大量的dc_users字典缓存锁可能引起后续会话登录挂起,用户登录无法成功,乃至整个实例hang住。那么又是什么样的操作可能引起这种row cache lock并发锁等待事件呢?
应用维护人员反馈问题发生时部分应用程序配置文件中的数据库用户密码不正确,同时该应用会在短期内发起大量会话登录数据库,但应用人员观察到这一问题后并没有联想到可能引发进一步的实例上的dc_user row cache lock问题,仅尝试修改密码并重启该部分的应用程序。
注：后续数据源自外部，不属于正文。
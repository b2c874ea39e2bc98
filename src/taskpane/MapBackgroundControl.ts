/**
 * The pane's "Background map" fields: check the tile template and attribution, keep them in the
 * workbook's settings store, and switch the route map between its offline drawing and tiles.
 * A template found in a workbook is filled in but not loaded until the user presses "Use
 * background": opening a file never makes a request by itself.
 */
import type { WorkbookPort } from "../workbook/WorkbookPort.js";
import { MAP_BACKGROUND_KEY, parseMapBackground, readMapBackground, type MapBackground } from "./mapBackgroundSetting.js";
import type { PaneDom } from "./paneDom.js";
import type { RouteMap } from "./RouteMap.js";
import { TileBackground } from "./TileBackground.js";

/** Wires the background fields to the map. */
export class MapBackgroundControl {
  private active: TileBackground | undefined;

  /**
   * @param dom - the pane's elements
   * @param map - the route map
   * @param port - the current workbook (changes when the standalone page opens another file)
   */
  constructor(
    private readonly dom: PaneDom,
    private readonly map: RouteMap,
    private readonly port: () => WorkbookPort,
  ) {}

  /**
   * Attach the buttons' handlers through the pane's guard.
   *
   * @param guard - the pane's handler guard
   * @example control.wire(this.guard)
   */
  wire(guard: (name: string, handler: () => unknown) => () => void): void {
    this.dom.mapBackgroundApply.addEventListener(
      "click",
      guard("Use background", () => this.apply()),
    );
    this.dom.mapBackgroundClear.addEventListener(
      "click",
      guard("No background", () => this.clear()),
    );
  }

  /**
   * Fill the fields from the workbook's settings store (nothing is loaded from the network) and
   * go back to the offline map.
   *
   * @example await control.load()
   */
  async load(): Promise<void> {
    await this.show(undefined);
    const stored = readMapBackground((await this.port().readSettings())[MAP_BACKGROUND_KEY]);
    const d = this.dom;
    d.mapTileTemplate.value = stored?.template ?? "";
    d.mapTileAttribution.value = stored?.attribution ?? "";
    this.status(stored ? `This workbook names a background from ${hostOf(stored.template)}. Press Use background to load it.` : "");
  }

  private async apply(): Promise<void> {
    const d = this.dom;
    const parsed = parseMapBackground(d.mapTileTemplate.value, d.mapTileAttribution.value);
    if ("message" in parsed) return this.status(parsed.message, true);
    await this.port().writeSetting(MAP_BACKGROUND_KEY, parsed.background ? JSON.stringify(parsed.background) : "");
    await this.show(parsed.background);
  }

  private async clear(): Promise<void> {
    this.dom.mapTileTemplate.value = "";
    await this.port().writeSetting(MAP_BACKGROUND_KEY, "");
    await this.show(undefined);
  }

  private async show(background: MapBackground | undefined): Promise<void> {
    const d = this.dom;
    this.active?.destroy();
    this.active = undefined;
    d.mapAttribution.hidden = !background;
    d.mapAttribution.textContent = background ? `Background: ${background.attribution}` : "";
    if (!background) {
      await this.map.setProjector(undefined);
      this.status("No background: the map is drawn here without any request.");
      return;
    }
    const host = hostOf(background.template);
    this.status(`Loading tiles from ${host}…`);
    this.active = await TileBackground.create(d.mapTiles, background, {
      onTiles: (loaded, failed) => {
        d.mapTiles.dataset.loaded = String(loaded);
        d.mapTiles.dataset.failed = String(failed);
        if (failed > 0)
          this.status(
            `${failed} tile(s) from ${host} could not be loaded (${loaded} loaded); the routes are drawn anyway. Check the Tile URL template and that the server answers, or press No background.`,
            true,
          );
        else this.status(`Background from ${host}: ${loaded} tile(s) loaded.`);
      },
    });
    await this.map.setProjector(this.active);
  }

  private status(text: string, warning = false): void {
    this.dom.mapBackgroundStatus.textContent = text;
    this.dom.mapBackgroundStatus.className = warning ? "warning" : "muted";
  }
}

function hostOf(template: string): string {
  try {
    return new URL(template.replace(/\{[a-z]\}/g, "0")).host;
  } catch {
    return "the tile server";
  }
}
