"""What every intake step shares: the limits, the refusal with the file's name, and the array checks."""

from __future__ import annotations

import re
from dataclasses import dataclass

import numpy as np

from services.errors import UnusableInput


@dataclass(frozen=True, slots=True)
class IntakeLimits:
    """Upper bounds on what intake will read; the web app fills them from its settings."""

    max_bytes: int = 200 * 2**20
    max_triangles: int = 5_000_000
    max_extent_mm: float = 2000.0
    zip_max_members: int = 200
    zip_max_member_bytes: int = 512 * 2**20
    zip_max_total_bytes: int = 1024 * 2**20
    zip_max_ratio: float = 100.0
    max_3mf_components: int = 100_000
    max_3mf_depth: int = 16
    max_3mf_instances: int = 1_000_000


_FORMAT_NAMES = {"stl_binary": "binary STL", "stl_ascii": "ASCII STL", "3mf": "3MF", "obj": "OBJ", "ply": "PLY"}


_PLURALS = {"vertex": "vertices"}


_SNIFF_BYTES = 65536


def _refuse(code: str, name: str, text: str) -> UnusableInput:
    """Return the refusal for a file, its sentence prefixed with the file's name."""
    return UnusableInput(code, f"{name}: {text}")


def _num(x: float) -> str:
    """Format a length or volume for a sentence: four significant digits, thousands separators up to a million."""
    if abs(x) >= 1e7:
        return f"{x:.3g}"  # 1e+30, not thirty-one digits of float noise
    return f"{x:,.0f}" if abs(x) >= 1000 else f"{x:.4g}"


def _count(n: int, noun: str) -> str:
    """Return "1 face was" or "3 faces were"."""
    return f"1 {noun} was" if n == 1 else f"{n:,} {noun}s were"


def _shown(member: str) -> str:
    """Return an archive member name safe to quote in a message."""
    clean = "".join(c if c.isprintable() else "?" for c in member)
    return clean if len(clean) <= 80 else clean[:77] + "..."


def _check_triangle_count(count: int, *, name: str, limits: IntakeLimits) -> None:
    """Refuse a mesh with more triangles than the limit."""
    if count > limits.max_triangles:
        raise _refuse("too_many_triangles", name, f"the mesh has {count:,} triangles, more than the "
                      f"{limits.max_triangles:,} allowed; export it with a coarser tessellation.")


def _checked_arrays(vertices: np.ndarray, faces: np.ndarray, *, name: str,
                    limits: IntakeLimits) -> tuple[np.ndarray, np.ndarray]:
    """Return the vertices the faces use and re-indexed faces, refusing empty, huge or broken meshes."""
    if len(faces) == 0:
        raise _refuse("no_triangles", name, "the file holds no triangles; export the part as a surface mesh.")
    _check_triangle_count(len(faces), name=name, limits=limits)
    if faces.min() < 0 or faces.max() >= len(vertices):
        raise _refuse("bad_faces", name, "some faces refer to vertices the file does not hold; export the "
                      "part again.")
    vertices, faces = _compact(vertices, faces)
    if not np.isfinite(vertices).all():
        bad = ~np.isfinite(vertices).all(axis=1)
        have = "vertex has" if bad.sum() == 1 else "vertices have"
        raise _refuse("non_finite", name, f"{int(bad.sum()):,} {have} NaN or infinite coordinates; "
                      "repair the mesh in your CAD program and export it again.")
    return vertices, faces


def _compact(vertices: np.ndarray, faces: np.ndarray) -> tuple[np.ndarray, np.ndarray]:
    """Return only the vertices the faces use, and the faces re-indexed to them."""
    used = np.zeros(len(vertices), bool)
    used[faces.ravel()] = True
    if used.all():
        return vertices, faces
    new_index = np.cumsum(used) - 1
    return vertices[used], new_index[faces]
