def test_it_finds_the_meshes(folder):
    """Mesh suffixes in any case, subfolders only when recursive, hidden files and other files never."""
    names = [p.relative_to(folder).as_posix() for p in batch.find_meshes(folder, recursive=False)]
    assert names == ["a-good.stl", "b-caution.STL", "c-noise.obj"]
    assert len(batch.find_meshes(folder, recursive=True)) == 4
    (folder / "outer" / "inner").mkdir(parents=True)
    (folder / "outer" / "inner" / "e.ply").write_bytes(b"good e")
    with pytest.raises(UnusableInput, match="--recursive"):
        batch.find_meshes(folder / "outer", recursive=False)


def test_it_checks_a_folder_and_writes_the_summary(folder, tmp_path):
    """One row per file, in name order, with the numbers or the error; exit 2 because one file was unusable."""
    fake, out = FakeApi(), tmp_path / "summary.csv"
    rows, code = run_batch(folder, _opts(recursive=True), out=out, client=_client(fake), stream=io.StringIO(),
                           tty=False)
    with out.open() as fh:
        table = list(csv.DictReader(fh))
    assert [r["file"] for r in table] == ["a-good.stl", "b-caution.STL", "c-noise.obj", "sub/d-blocker.3mf"]
    assert list(table[0]) == list(batch.SUMMARY_FIELDS)
    assert (table[1]["verdict"], table[1]["cautions"], table[1]["total_cost"]) == (
        "printable_with_cautions", "2", "12.5")
    assert table[0]["report_url"] == f"{SERVER}/checks/{rows[0].report_url.split('/')[-2]}/"
    assert table[2]["error"] == "The file is not a mesh." and table[2]["verdict"] == ""
    assert code == batch.EXIT_UNUSABLE and len(fake.uploads()) == 4


@pytest.mark.parametrize("files, fail_on, expected", [
    ({"a.stl": b"good"}, None, 0),
    ({"a.stl": b"good", "b.stl": b"caution"}, "blocker", 0),
    ({"a.stl": b"good", "b.stl": b"caution"}, "caution", 1),
    ({"a.stl": b"blocker"}, "blocker", 1),
    ({"a.stl": b"blocker"}, None, 0),
    ({"a.stl": b"caution", "b.stl": b"noise"}, "caution", 2),
])
def test_the_exit_status_follows_the_worst_file(tmp_path, files, fail_on, expected):
    """0 when nothing reaches --fail-on, 1 when something does, 2 when any file was unusable."""
    for name, data in files.items():
        (tmp_path / name).write_bytes(data)
    _, code = run_batch(tmp_path, _opts(fail_on=fail_on), client=_client(FakeApi()), stream=io.StringIO(), tty=False)
    assert code == expected


def test_it_writes_json_when_asked(folder, tmp_path):
    """A .json summary is a list of row objects."""
    out = tmp_path / "summary.json"
    run_batch(folder, _opts(), out=out, client=_client(FakeApi()), stream=io.StringIO(), tty=False)
    rows = json.loads(out.read_text())
    assert [r["file"] for r in rows] == ["a-good.stl", "b-caution.STL", "c-noise.obj"]
    assert rows[0]["verdict"] == "printable" and rows[0]["material_ml"] == 1.5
至此该问题的root cause已经较为明了:由于短期内出现大量连接请求但连接发起端给出的密码均不正确,引起了Server端严重的用户信息字典缓存锁(users dictionary cache lock)争用。
该问题诊断过程中提交了SR,Oracle GCS给出了进一步的结论,在11g release 1上Bug 7715339也可能造成类似的row cache lock问题,且该Bug一开始在AIX平台上没有one-off的patch,之后客户要求MOS开发出了该平台上的补丁,目前AIX上也有7715339的one-off patch了:
1. On 11.1.0.7, Many 'row cache lock' happened , application can not login to database.
2. The issue is caused by password has been changed but some application still used old password, so these application continuously trying connect to database and leads to dc_users contention.
3. This symptom matches Bug 7715339, but there is no patch for AIX available.
4. Customer requested one-off patch 7715339 on AIX Power System(64-bit), because they are afraid the issues again after changing password.
其实我一直认为Oracle的登录机制存在一定的问题,实际上不管用户提供的密码是否正确,Oracle都会为新的connection分配一个shadow process,该服务进程为了进一步验证用户信息都不得不获取少量资源;如果以此为契机,即便在无法正常登录的情况下依然能在短期内造成实例僵死。